IBC and Electricity Put Commitments Back at the Center

IBC Returned From the Note to the Center of Risk

The central point in the IBC analysis was that the sale reduced leverage, but did not disconnect the economic relationship between Cellcom and IBC. The first quarter reinforces that conclusion. On March 23, 2026, the court approved a procedural arrangement between the parties, which settles the covered disputes only for the duration of the proceeding and until a final judgment.

The arrangement reduces immediate operating risk: the company will complete bank guarantees under the IRU mechanism, up to NIS 50 million, provided IBC does not draw amounts under interpretive dispute. IBC, in turn, agreed not to send invoices that include disputed payments. The company also committed to pay current payments for the line package based on an updated commitment rate of 15% out of up to about 2 million customer households. Any additional line will be purchased at the IRU line price, without a commitment to any rate out of IBC’s actual deployment.

The other side of the arrangement matters more than the temporary quiet. In April 2026, IBC filed an amended counterclaim seeking monetary relief of about NIS 16.5 million and declaratory relief. In addition, IBC claims, based on information it holds and as a rough non-binding estimate, expected non-payment of about NIS 895 million through the end of the IRU agreement, beyond the amount claimed in the original claim. The company cannot currently estimate the outcome of the proceeding.

IBC is therefore not a legal footnote. It is a test of balance-sheet flexibility exactly when the company has resumed dividend payments. The interim arrangement reduces near-term risk of guarantee draws and disputed invoices, but it does not close the size of the economic exposure, it does not eliminate dependence on fiber infrastructure, and it does not give the market a final answer on how much post-sale cash is truly available to shareholders.
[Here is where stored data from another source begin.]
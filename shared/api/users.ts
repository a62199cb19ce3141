import { z } from 'zod';
import { roleSchema } from './common';
import type { User } from './auth';

export const updateUserSchema = z
  .object({
    role: roleSchema.optional(),
    active: z.boolean({ message: 'expected true or false' }).optional(),
  })
  .strict()
  .refine((v) => v.role !== undefined || v.active !== undefined, {
    message: 'give role, active or both',
  });
export type UpdateUserRequest = z.infer<typeof updateUserSchema>;

export interface UserListResponse {
  users: User[];
}
export interface UserResponse {
  user: User;
}
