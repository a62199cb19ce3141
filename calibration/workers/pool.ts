/**
 * Parallel per-trace extraction on a piscina worker-thread pool. Extraction of a 201-trace sweep is
 * the costly step of a raw calibration, and traces are independent, so it splits cleanly.
 * The worker file is TypeScript: the pool works when the process runs under tsx (command line,
 * server, benchmarks); under Jest callers use the serial path of calibration/pipeline.ts.
 */
import { availableParallelism } from 'node:os';
import { existsSync } from 'node:fs';
import { join } from 'node:path';
import Piscina from 'piscina';
import type { CalibrationJson } from '../contract';
import { mergeExtractions, type ExtractOptions, type SweepExtraction, type SweepTrace } from '../resonator';
import { calibrateSweepData, extractionOptions, parseSweepFiles, type CalibrateOptions, type SweepFile } from '../pipeline';
import type { ExtractTask } from './extractWorker';

export function createExtractionPool(threads = Math.max(1, availableParallelism())): Piscina {
  const ts = join(__dirname, 'extractWorker.ts');
  const filename = existsSync(ts) ? ts : join(__dirname, 'extractWorker.js');
  return new Piscina({ filename, minThreads: threads, maxThreads: threads, idleTimeout: 60_000 });
}

/** Same result as `extractSweep(traces, opts)`, computed in chunks on the pool, order kept. */
export async function extractSweepParallel(pool: Piscina, traces: readonly SweepTrace[], opts: ExtractOptions): Promise<SweepExtraction> {
  // A few chunks per thread so an unlucky slow chunk does not leave a core idle.
  const chunks = Math.min(traces.length, pool.options.maxThreads * 4);
  const size = Math.ceil(traces.length / Math.max(1, chunks));
  const tasks: Promise<SweepExtraction>[] = [];
  for (let i = 0; i < traces.length; i += size) {
    const task: ExtractTask = { traces: traces.slice(i, i + size), opts };
    tasks.push(pool.run(task));
  }
  return mergeExtractions(await Promise.all(tasks));
}

/** Parse, extract on the pool, fit: the parallel counterpart of `calibrateFiles`. */
export async function calibrateFilesParallel(pool: Piscina, files: readonly SweepFile[], opts: CalibrateOptions = {}): Promise<CalibrationJson> {
  const data = parseSweepFiles(files, opts);
  if (data.kind !== 'raw_complex' && data.kind !== 'touchstone') return calibrateSweepData(data, opts);
  const extraction = await extractSweepParallel(pool, data.traces, extractionOptions(data, opts));
  return calibrateSweepData(data, opts, extraction);
}
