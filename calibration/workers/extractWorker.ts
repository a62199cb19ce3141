/** Worker-thread entry: per-trace resonance extraction for one chunk of a sweep. */
import { extractSweep, type ExtractOptions, type SweepTrace, type SweepExtraction } from '../resonator';

export interface ExtractTask {
  traces: SweepTrace[];
  opts: ExtractOptions;
}

export default function extractChunk(task: ExtractTask): SweepExtraction {
  const x = extractSweep(task.traces, task.opts);
  // The per-trace fit objects are large and the caller needs only the JSON rows and the summary.
  return { traces: x.traces, results: x.results.map((r) => ({ ...r, fit: undefined })), summary: x.summary };
}
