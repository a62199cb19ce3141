import { z } from 'zod';

/** The three lab roles; order is not a hierarchy (each route lists who may call it). */
export const ROLES = ['lab_lead', 'device_engineer', 'experimentalist'] as const;
export const roleSchema = z.enum(ROLES);
export type Role = z.infer<typeof roleSchema>;

export const ERROR_CODES = [
  'VALIDATION_FAILED',
  'UNAUTHENTICATED',
  'FORBIDDEN',
  'NOT_FOUND',
  'CONFLICT',
  'PAYLOAD_TOO_LARGE',
  'RATE_LIMITED',
  'INTERNAL',
  // Calibration routes (shared/api/calibration.ts): a sweep file the parser refuses (details.issues
  // with file/row/column), a device without an accepted fit, two fits with no parameter in common.
  'SWEEP_INVALID',
  'NO_ACTIVE_CALIBRATION',
  'NOT_COMPARABLE',
  // Planning routes (shared/api/planning.ts): a target the planner core refuses (above threshold, …).
  'PLAN_REFUSED',
] as const;
export type ErrorCode = (typeof ERROR_CODES)[number];

/** One field problem in a 400 VALIDATION_FAILED answer; path is dotted, e.g. "body.email". */
export interface ValidationIssue {
  path: string;
  message: string;
}

/** Every non-2xx answer from /api has this shape. */
export interface ApiErrorBody {
  error: { code: ErrorCode | string; message: string; details?: unknown };
}

/** Calendar date as the lab writes it (fabrication day, cooldown start): YYYY-MM-DD. */
export const calendarDateSchema = z.iso.date({ message: 'expected a date as YYYY-MM-DD' });

/** Positive numeric path parameter such as /api/devices/:id. */
export const idParamSchema = z.object({
  id: z.coerce
    .number({ message: 'expected a numeric id' })
    .int({ message: 'expected a whole-number id' })
    .positive({ message: 'expected a positive id' }),
});

export const emailSchema = z
  .string({ message: 'expected an e-mail address' })
  .trim()
  .toLowerCase()
  .pipe(z.email({ message: 'expected an e-mail address like name@example.org' }).max(254));

/** bcrypt reads at most 72 bytes, so longer passwords would be silently truncated: refuse them. */
export const newPasswordSchema = z
  .string({ message: 'expected a password' })
  .min(10, { message: 'password must have at least 10 characters' })
  .refine((p) => new TextEncoder().encode(p).length <= 72, {
    message: 'password must be at most 72 bytes (UTF-8)',
  });

export const personNameSchema = z
  .string({ message: 'expected a name' })
  .trim()
  .min(1, { message: 'name must not be empty' })
  .max(120, { message: 'name must be at most 120 characters' });

export interface HealthResponse {
  ok: true;
  version: string;
}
Electricity Grew in Revenue, Still Not in Profit

Cellcom Energy received more volume this quarter, not more profit. Electricity segment revenue, according to the company’s share, rose to NIS 49 million from NIS 39 million in the comparable quarter, up 25.6%. Gross profit was NIS 2 million, operating profit was zero, and segment adjusted EBITDA was zero. This is commercial progress, but not yet economic proof.

This is the natural follow-up to the Cellcom Energy analysis. The question there was whether accumulated agreements and commitments would move from volume to EBITDA. The first quarter still does not answer that question. In the separate financial information, the investment in Cellcom Energy is shown at negative NIS 9 million, similar to the end of 2025, so there is no sign here of a quick balance-sheet turnaround in the activity.

That does not mean electricity has no value. Electricity supply can become another engine if the customer base and procurement scale begin to generate margin. But in a quarter in which the dividend returned and IBC moved back to the center, electricity still has to prove that it adds EBITDA, not only revenue, without requiring another layer of support from the parent.

Conclusions

The quarter’s conclusion is cautiously positive: Cellcom shows a core that can hold profit and cash even in a noisy quarter, but it still does not prove that the post-IBC improvement has become recurring, accessible free cash. The best operating data points are the ability to keep adjusted EBITDA almost stable despite a roaming hit and revenue decline, and the continued decline in net debt. The main blocker is elsewhere: lower cellular ARPU, cash erosion after debt service, a dividend paid after the balance-sheet date, and the IBC dispute, which may shift the question from low leverage to contractual exposure.

The next quarters need to provide three confirmations. First, roaming and ARPU recovery, so subscriber growth does not remain only quantitative. Second, the cash picture after dividend, debt and CAPEX, not only free cash flow under the company’s definition. Third, quiet progress with IBC and a clearer initial contribution from electricity. If all three move together, 2026 will look like a stabilization year proving that the IBC sale improved the company beyond the balance sheet. If one breaks, especially IBC or ARPU, the market may return to measuring the company by risk rather than distribution.